● **ASSIGNMENT**: Begin at the line containing "const total = units.reduce((sum, value)" in the data below and go on through the line containing "layer of the", repeating each line exactly; include both ends and no other line.

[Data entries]
--- START ---
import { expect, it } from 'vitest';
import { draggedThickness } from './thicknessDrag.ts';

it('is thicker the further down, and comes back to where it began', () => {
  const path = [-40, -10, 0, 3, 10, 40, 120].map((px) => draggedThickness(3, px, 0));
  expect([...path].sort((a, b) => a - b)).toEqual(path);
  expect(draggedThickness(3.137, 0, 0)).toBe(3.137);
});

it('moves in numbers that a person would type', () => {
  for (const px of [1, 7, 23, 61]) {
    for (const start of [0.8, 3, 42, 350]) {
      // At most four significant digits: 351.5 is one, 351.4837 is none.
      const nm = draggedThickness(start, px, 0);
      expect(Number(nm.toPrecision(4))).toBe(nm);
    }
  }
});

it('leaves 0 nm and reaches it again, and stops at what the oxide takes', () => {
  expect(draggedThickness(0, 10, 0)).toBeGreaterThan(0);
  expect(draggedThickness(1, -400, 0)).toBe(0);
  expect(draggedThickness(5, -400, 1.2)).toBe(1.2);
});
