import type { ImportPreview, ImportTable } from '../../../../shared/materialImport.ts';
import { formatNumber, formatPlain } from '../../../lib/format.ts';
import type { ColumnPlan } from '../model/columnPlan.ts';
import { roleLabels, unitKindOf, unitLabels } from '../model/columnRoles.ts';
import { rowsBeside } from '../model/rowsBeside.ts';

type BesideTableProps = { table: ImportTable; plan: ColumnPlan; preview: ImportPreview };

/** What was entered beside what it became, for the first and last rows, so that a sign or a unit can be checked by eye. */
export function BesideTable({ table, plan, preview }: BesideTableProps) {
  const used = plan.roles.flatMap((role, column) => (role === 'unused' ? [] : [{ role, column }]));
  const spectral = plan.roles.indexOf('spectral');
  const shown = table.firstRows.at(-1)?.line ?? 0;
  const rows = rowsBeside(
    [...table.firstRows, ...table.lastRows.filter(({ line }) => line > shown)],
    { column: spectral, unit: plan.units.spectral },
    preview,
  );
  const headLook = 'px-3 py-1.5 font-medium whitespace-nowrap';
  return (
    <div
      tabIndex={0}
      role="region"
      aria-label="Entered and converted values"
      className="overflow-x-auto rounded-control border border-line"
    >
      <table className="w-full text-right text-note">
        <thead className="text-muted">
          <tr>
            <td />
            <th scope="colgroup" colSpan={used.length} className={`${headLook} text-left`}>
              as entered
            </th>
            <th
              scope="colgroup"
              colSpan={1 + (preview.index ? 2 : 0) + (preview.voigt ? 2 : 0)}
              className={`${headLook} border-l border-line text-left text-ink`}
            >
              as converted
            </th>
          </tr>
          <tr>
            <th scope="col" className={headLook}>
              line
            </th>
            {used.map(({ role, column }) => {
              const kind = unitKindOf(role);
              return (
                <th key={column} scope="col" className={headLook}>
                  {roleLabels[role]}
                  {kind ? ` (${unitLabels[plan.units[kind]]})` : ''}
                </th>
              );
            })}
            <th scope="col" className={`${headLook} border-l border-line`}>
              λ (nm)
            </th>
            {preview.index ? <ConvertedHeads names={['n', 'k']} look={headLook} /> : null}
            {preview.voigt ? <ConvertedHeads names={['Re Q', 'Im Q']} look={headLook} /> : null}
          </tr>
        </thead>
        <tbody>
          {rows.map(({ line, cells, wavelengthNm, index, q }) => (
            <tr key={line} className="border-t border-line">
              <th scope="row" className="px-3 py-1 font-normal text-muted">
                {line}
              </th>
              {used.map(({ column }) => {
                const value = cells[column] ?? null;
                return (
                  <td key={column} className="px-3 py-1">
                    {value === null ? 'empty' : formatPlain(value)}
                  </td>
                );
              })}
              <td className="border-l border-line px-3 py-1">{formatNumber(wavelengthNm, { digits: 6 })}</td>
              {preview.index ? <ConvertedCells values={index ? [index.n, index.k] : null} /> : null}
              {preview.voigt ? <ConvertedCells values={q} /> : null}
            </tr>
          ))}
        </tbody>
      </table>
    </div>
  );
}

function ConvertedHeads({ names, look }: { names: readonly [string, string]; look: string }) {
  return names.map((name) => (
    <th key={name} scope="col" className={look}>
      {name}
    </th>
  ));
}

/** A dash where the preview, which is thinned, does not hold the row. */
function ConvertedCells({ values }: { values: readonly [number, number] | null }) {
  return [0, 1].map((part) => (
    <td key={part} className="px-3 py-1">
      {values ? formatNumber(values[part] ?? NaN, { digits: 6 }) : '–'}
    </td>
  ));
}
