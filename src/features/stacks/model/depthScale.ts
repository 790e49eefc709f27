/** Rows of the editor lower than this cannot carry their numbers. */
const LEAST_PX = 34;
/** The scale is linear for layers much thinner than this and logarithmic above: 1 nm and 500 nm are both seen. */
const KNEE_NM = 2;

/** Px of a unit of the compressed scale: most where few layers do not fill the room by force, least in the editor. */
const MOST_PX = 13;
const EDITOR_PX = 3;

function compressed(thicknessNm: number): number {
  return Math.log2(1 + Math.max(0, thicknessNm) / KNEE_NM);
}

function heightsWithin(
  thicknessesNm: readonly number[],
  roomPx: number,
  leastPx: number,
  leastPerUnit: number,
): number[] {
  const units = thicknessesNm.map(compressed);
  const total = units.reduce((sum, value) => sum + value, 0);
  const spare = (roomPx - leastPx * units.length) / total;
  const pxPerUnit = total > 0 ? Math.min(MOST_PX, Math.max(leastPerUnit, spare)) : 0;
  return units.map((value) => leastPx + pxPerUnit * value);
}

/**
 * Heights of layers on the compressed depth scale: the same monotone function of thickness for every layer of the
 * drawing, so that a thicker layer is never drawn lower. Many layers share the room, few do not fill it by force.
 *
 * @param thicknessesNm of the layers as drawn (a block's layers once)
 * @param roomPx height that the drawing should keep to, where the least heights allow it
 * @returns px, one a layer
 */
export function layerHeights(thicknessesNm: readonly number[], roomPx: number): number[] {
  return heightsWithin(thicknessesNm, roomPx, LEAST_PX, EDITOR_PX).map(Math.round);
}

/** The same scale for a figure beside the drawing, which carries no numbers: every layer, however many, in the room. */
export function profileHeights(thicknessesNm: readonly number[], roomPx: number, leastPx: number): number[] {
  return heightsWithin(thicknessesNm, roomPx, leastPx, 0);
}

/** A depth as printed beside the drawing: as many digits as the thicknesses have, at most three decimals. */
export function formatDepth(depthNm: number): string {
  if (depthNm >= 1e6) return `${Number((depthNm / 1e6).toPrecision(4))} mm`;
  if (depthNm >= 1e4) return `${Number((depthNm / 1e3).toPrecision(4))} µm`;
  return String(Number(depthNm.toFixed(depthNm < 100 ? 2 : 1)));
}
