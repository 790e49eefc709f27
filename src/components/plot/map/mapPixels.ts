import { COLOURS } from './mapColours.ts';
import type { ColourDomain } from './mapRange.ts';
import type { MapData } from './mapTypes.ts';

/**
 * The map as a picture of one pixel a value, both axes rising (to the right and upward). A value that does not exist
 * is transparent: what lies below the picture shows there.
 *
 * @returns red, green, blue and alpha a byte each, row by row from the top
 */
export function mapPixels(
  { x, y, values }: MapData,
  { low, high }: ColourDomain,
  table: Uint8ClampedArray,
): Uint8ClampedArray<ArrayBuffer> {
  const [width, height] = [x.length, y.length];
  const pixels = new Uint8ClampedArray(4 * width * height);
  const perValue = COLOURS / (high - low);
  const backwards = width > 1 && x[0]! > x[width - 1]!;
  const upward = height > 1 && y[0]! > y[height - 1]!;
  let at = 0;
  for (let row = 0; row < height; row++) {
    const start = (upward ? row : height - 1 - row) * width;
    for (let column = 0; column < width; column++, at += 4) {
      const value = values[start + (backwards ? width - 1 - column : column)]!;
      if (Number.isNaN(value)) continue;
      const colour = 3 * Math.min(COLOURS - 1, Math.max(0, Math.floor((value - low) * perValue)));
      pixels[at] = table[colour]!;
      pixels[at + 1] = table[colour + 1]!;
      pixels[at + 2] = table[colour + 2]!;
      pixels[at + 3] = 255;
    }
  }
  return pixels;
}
--- END ---
--- START ---
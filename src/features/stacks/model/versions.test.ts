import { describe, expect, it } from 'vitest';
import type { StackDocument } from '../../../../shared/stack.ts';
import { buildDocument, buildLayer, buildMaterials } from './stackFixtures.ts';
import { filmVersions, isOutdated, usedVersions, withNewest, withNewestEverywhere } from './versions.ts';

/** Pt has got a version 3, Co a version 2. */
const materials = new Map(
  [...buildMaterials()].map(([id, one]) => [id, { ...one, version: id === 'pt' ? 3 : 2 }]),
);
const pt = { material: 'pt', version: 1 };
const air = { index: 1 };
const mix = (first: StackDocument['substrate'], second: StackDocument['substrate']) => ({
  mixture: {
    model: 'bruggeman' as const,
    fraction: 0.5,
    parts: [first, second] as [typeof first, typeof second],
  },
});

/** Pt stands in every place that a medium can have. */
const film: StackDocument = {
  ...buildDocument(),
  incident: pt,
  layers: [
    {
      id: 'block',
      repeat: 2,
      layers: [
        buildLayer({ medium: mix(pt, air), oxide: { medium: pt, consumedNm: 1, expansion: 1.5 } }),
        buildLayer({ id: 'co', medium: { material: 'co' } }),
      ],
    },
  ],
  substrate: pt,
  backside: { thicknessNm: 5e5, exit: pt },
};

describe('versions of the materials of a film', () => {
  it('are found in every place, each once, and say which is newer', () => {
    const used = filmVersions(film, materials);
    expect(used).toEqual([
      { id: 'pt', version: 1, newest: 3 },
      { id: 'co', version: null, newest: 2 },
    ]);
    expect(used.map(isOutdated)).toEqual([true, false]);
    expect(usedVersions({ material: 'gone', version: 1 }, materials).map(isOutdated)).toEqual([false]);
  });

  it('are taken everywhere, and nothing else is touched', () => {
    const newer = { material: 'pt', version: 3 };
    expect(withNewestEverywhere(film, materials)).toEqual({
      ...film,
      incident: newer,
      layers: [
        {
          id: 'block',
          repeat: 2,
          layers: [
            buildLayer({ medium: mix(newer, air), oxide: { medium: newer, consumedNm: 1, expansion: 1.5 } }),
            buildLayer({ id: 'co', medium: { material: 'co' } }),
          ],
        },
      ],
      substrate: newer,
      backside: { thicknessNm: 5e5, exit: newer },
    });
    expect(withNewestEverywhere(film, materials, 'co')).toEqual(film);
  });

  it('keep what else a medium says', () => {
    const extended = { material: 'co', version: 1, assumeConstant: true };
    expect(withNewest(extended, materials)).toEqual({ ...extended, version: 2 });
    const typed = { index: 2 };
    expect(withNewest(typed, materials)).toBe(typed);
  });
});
--- END ---
--- START ---
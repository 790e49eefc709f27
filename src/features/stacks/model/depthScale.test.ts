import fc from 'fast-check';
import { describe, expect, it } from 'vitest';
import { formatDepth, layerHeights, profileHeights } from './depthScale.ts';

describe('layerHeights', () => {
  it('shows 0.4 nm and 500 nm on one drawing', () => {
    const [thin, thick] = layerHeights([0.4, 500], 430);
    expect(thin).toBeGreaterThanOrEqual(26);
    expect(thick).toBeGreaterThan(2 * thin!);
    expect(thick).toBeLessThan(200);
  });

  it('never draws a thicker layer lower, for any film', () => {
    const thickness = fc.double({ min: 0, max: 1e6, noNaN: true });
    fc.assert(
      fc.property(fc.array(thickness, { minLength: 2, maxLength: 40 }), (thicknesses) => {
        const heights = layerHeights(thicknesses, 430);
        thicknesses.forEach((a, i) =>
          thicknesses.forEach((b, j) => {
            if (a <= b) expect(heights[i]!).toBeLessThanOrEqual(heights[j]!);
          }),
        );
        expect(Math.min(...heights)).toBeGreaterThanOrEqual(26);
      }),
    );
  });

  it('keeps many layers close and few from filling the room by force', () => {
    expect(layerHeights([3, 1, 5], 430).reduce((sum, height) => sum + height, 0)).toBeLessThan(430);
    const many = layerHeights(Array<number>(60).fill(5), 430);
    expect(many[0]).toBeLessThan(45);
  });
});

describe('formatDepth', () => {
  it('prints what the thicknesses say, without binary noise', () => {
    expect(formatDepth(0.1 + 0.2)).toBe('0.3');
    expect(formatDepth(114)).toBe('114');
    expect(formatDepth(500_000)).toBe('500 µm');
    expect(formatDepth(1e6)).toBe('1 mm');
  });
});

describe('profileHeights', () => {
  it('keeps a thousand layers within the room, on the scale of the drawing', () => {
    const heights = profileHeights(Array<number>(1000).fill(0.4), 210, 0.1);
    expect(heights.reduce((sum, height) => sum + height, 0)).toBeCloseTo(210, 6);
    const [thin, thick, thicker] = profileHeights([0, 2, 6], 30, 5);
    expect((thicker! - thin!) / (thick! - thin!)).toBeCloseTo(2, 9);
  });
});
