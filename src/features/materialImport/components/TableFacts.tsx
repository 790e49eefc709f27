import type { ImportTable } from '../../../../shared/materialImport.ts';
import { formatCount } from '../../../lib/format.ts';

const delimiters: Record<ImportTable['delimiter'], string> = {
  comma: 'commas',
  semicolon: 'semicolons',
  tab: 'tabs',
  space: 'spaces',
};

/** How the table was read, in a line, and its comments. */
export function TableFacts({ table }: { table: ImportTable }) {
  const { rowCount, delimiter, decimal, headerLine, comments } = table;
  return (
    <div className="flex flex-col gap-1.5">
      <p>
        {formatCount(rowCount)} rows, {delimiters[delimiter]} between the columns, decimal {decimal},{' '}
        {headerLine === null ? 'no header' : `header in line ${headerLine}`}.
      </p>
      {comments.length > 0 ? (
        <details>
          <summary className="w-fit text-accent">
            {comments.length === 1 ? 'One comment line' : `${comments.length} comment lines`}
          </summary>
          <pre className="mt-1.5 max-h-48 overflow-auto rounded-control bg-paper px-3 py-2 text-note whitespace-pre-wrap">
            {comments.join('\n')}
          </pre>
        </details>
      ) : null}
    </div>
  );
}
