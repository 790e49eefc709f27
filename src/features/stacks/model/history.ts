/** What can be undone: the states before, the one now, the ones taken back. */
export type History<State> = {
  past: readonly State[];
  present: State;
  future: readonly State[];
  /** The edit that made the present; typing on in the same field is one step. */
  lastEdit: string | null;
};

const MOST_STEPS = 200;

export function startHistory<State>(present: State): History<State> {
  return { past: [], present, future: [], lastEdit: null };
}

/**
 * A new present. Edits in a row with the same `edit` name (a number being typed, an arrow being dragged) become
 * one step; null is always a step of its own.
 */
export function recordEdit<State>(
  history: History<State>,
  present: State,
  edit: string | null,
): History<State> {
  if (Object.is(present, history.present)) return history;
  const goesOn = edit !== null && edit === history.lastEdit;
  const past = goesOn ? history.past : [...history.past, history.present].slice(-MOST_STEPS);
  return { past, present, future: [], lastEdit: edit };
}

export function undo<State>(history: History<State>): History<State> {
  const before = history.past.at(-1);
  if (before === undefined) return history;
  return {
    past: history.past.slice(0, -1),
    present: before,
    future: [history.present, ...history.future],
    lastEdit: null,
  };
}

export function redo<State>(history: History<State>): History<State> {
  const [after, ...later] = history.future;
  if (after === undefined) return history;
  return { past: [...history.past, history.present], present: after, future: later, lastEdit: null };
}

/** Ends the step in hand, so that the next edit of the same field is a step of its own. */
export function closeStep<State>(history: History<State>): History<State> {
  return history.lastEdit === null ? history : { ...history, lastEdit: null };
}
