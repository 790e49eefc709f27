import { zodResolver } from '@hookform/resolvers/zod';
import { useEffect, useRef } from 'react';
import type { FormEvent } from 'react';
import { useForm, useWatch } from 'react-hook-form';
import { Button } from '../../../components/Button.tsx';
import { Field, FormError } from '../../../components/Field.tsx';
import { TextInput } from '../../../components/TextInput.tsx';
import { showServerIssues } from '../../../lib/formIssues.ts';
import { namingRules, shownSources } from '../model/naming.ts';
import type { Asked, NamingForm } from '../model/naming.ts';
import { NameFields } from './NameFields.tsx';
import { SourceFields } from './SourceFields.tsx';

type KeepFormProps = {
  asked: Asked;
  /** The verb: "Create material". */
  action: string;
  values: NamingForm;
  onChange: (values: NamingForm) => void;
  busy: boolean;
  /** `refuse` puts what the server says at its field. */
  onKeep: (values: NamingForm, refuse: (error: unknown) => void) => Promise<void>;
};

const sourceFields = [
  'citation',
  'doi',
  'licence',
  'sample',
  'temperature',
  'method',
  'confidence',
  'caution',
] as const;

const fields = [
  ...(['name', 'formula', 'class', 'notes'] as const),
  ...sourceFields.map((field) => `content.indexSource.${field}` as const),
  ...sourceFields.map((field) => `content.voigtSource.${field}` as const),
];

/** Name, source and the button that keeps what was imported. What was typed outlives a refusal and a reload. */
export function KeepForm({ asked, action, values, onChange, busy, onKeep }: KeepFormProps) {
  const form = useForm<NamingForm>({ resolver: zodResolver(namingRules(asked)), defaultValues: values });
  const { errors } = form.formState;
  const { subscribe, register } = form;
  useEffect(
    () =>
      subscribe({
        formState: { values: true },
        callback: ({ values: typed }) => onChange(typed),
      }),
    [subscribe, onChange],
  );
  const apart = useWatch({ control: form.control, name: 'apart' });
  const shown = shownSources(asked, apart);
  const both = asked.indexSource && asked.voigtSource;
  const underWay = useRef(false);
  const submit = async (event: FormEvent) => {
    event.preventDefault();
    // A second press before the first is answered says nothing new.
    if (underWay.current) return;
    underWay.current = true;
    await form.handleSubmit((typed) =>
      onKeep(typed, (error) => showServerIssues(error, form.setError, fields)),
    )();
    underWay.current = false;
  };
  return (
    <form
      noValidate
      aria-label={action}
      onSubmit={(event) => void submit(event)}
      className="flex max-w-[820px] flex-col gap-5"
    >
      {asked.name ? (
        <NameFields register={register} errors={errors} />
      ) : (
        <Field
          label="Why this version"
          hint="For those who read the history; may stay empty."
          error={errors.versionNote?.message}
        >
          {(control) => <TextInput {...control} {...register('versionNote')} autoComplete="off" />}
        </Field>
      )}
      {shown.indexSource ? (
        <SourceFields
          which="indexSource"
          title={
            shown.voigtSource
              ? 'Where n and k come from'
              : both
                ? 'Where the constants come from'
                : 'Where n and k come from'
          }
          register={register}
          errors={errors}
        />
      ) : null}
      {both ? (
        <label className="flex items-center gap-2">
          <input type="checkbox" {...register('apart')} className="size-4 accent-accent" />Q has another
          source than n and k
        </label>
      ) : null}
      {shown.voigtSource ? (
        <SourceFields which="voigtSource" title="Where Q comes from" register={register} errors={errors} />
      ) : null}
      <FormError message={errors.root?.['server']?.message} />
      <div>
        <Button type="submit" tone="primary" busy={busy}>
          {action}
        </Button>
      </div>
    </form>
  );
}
--- END ---
● **EXPECTED ANSWER**:
  const total = units.reduce((sum, value) => sum + value, 0);
  const spare = (roomPx - leastPx * units.length) / total;
  const pxPerUnit = total > 0 ? Math.min(MOST_PX, Math.max(leastPerUnit, spare)) : 0;
  return units.map((value) => leastPx + pxPerUnit * value);
}

/**
 * Heights of layers on the compressed depth scale: the same monotone function of thickness for every layer of the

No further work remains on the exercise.